Activity =>
Extract all lines in the data that contain the word "isEdited".

Input records =>
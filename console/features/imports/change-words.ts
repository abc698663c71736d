import { valueText } from '#console/lib/value-words.ts'
import { countOf } from '#shared/checks/finding-words.ts'
import type { ValueInput } from '#shared/contracts/fields.ts'
import type { ImportChangeWire, ImportWire } from '#shared/contracts/import-outcome.ts'

/** One thing of an item that differs; a side that does not have it has none. */
export interface ChangedMember {
  /** `value`, `values dark hover` */
  readonly member: string
  readonly before?: string
  readonly after?: string
}

/** Members that say which item it is and no more, or what every item says that nothing was said of. */
const UNTOLD = new Set(['id', 'name', 'position', 'etag'])
const UNSAID = new Set(['', 'false'])

/** What of an item an import adds, edits or removes, member by member. */
export function changedMembers({
  item,
  operation,
  before,
  after,
}: ImportChangeWire): ChangedMember[] {
  const sides = [before, after].map(
    (members = {}) => new Map(leavesOf((item === 'other' && members.document) || members, [])),
  )
  const [then = new Map<string, string>(), now = new Map<string, string>()] = sides
  const isEdited = operation === 'edited'
  return [...new Set([...then.keys(), ...now.keys()])].flatMap((member) => {
    const [was, is] = [then.get(member), now.get(member)]
    if (was === is) return []
    if (!isEdited && (UNTOLD.has(member) || UNSAID.has(was ?? is ?? ''))) return []
    return {
      member,
      ...(was === undefined ? {} : { before: was === '' ? 'none' : was }),
      ...(is === undefined ? {} : { after: is === '' ? 'none' : is }),
    }
  })
}

function leavesOf(value: unknown, path: readonly string[]): [string, string][] {
  if (typeof value !== 'object' || value === null) return [[path.join(' '), wordOf(value)]]
  if ('colorSpace' in value || 'derive' in value) {
    return [[path.join(' '), valueText(value as ValueInput)]]
  }
  if (Array.isArray(value) && value.every((each) => typeof each !== 'object')) {
    return [[path.join(' '), value.map(wordOf).join(', ')]]
  }
  return Object.entries(value).flatMap(([name, member]) => leavesOf(member, [...path, name]))
}

const wordOf = (value: unknown): string => (value === null ? 'none' : String(value))

const ITEM_WORDS = {
  token: 'token',
  pair: 'pair',
  theme: 'theme',
  'distinct-set': 'distinct set',
  rules: 'rules',
  settings: 'settings',
  other: 'what is no colour',
} as const satisfies Record<ImportChangeWire['item'], string>

const OPERATION_WORDS = { added: 'added', edited: 'changed', removed: 'removed' } as const

/** `token, added`; what there is one of says its kind by its name. */
export const changeInWords = ({ item, operation, name }: ImportChangeWire): string =>
  item === name ? OPERATION_WORDS[operation] : `${ITEM_WORDS[item]}, ${OPERATION_WORDS[operation]}`

/** What an item is called; what there is one of by its kind. */
export const changeName = ({ item, name }: ImportChangeWire): string =>
  item === name ? ITEM_WORDS[item] : name

/** `Tokens: two added, one changed, none removed, 116 as they are.`, for each kind that is there at all. */
export function talliesInWords({ counts }: ImportWire): string[] {
  const kinds = [
    ['Tokens', counts.tokens],
    ['Pairs', counts.pairs],
    ['Themes', counts.themes],
    ['Distinct sets', counts.distinctSets],
  ] as const
  return kinds.flatMap(([kind, { added, edited, removed, unchanged }]) => {
    if (added + edited + removed + unchanged === 0) return []
    const parts = [
      [added, 'added'],
      [edited, 'changed'],
      [removed, 'removed'],
      [unchanged, 'as before'],
    ] as const
    const said = parts.filter(([count]) => count > 0)
    return `${kind}: ${said.map(([count, word]) => `${figure(count)} ${word}`).join(', ')}`
  })
}

const figure = (count: number): string => count.toLocaleString('en-GB')

/** `no newly breaching, eight newly passing, one as before` */
export function checkInWords({ effect, check }: ImportWire): string {
  const opened = effect.opened.length
  const asBefore = Math.max(0, check.counts.breach - opened)
  return [
    `${countOf(opened, 'newly breaching', 'newly breaching')}`,
    `${countOf(effect.resolved.length, 'newly passing', 'newly passing')}`,
    `${countOf(asBefore, 'breach as before', 'breaches as before')}`,
  ].join(', ')
}
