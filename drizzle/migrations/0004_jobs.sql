CREATE TABLE `jobs` (
	`id` varchar(40) NOT NULL,
	`system_id` varchar(40) NOT NULL,
	`kind` enum('import','repair-plan','check') NOT NULL,
	`caller_user_id` varchar(40),
	`caller_key_id` varchar(40),
	`request_id` varchar(64) NOT NULL,
	`state` enum('running','done','failed') NOT NULL DEFAULT 'running',
	`progress` json NOT NULL,
	`result` mediumtext,
	`failure` json,
	`lease_ends_at` datetime(3) NOT NULL,
	`created_at` datetime(3) NOT NULL DEFAULT current_timestamp(3),
	`finished_at` datetime(3),
	CONSTRAINT `jobs_id` PRIMARY KEY(`id`)
);
--> statement-breakpoint
ALTER TABLE `jobs` ADD CONSTRAINT `jobs_system_id_systems_id_fk` FOREIGN KEY (`system_id`) REFERENCES `systems`(`id`) ON DELETE restrict ON UPDATE restrict;--> statement-breakpoint
ALTER TABLE `jobs` ADD CONSTRAINT `jobs_caller_user_id_users_id_fk` FOREIGN KEY (`caller_user_id`) REFERENCES `users`(`id`) ON DELETE restrict ON UPDATE restrict;--> statement-breakpoint
ALTER TABLE `jobs` ADD CONSTRAINT `jobs_caller_key_id_api_keys_id_fk` FOREIGN KEY (`caller_key_id`) REFERENCES `api_keys`(`id`) ON DELETE restrict ON UPDATE restrict;--> statement-breakpoint
CREATE INDEX `jobs_system_id_created_at_idx` ON `jobs` (`system_id`,`created_at`);--> statement-breakpoint
CREATE INDEX `jobs_created_at_idx` ON `jobs` (`created_at`);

Answer to the exercise =>
  const isEdited = operation === 'edited'
    if (!isEdited && (UNTOLD.has(member) || UNSAID.has(was ?? is ?? ''))) return []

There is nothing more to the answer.